[Saved data entries]
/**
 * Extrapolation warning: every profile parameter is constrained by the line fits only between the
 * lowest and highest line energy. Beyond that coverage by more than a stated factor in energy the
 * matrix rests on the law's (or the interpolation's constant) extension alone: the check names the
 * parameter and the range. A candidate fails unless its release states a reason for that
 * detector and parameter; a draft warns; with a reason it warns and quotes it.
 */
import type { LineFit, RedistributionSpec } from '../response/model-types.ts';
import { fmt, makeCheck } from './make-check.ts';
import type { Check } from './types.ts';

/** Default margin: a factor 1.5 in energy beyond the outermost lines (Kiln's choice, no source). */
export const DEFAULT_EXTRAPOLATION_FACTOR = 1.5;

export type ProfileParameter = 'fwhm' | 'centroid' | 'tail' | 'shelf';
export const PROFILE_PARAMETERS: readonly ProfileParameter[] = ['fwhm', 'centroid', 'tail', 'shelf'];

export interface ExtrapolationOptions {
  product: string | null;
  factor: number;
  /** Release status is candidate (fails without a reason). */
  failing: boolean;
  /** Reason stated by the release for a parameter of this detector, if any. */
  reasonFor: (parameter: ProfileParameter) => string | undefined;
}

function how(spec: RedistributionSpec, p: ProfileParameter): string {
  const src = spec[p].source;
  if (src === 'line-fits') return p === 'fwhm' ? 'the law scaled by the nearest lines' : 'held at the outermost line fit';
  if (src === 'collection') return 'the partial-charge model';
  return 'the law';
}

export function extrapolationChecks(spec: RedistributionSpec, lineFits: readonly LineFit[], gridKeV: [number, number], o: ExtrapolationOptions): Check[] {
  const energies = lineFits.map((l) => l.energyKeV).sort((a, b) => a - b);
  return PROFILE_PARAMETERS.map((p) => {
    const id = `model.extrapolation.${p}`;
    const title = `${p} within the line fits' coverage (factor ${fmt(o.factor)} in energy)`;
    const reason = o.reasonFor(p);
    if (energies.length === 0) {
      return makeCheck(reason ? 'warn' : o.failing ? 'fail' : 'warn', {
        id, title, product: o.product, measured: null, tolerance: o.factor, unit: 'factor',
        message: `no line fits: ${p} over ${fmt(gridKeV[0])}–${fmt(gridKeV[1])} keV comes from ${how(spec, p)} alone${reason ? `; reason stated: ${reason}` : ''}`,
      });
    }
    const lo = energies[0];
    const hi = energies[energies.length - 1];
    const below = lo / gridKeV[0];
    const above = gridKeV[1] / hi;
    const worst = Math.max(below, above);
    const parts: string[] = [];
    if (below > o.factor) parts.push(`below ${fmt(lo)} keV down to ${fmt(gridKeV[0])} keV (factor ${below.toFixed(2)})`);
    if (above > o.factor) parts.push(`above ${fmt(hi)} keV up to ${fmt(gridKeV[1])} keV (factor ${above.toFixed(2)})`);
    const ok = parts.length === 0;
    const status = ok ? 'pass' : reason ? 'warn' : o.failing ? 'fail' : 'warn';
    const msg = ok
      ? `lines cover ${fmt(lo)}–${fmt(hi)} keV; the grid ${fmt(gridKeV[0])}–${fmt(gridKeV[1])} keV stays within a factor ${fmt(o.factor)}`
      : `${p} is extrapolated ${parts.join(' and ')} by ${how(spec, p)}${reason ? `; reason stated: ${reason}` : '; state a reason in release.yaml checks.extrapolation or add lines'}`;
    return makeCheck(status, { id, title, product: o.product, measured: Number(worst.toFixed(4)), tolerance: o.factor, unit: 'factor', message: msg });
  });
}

◆ **REQUIREMENT**:
Every line above that carries the string "RedistributionSpec" should be copied.

◆ **REPLY**:
import type { LineFit, RedistributionSpec } from '../response/model-types.ts';
function how(spec: RedistributionSpec, p: ProfileParameter): string {
export function extrapolationChecks(spec: RedistributionSpec, lineFits: readonly LineFit[], gridKeV: [number, number], o: ExtrapolationOptions): Check[] {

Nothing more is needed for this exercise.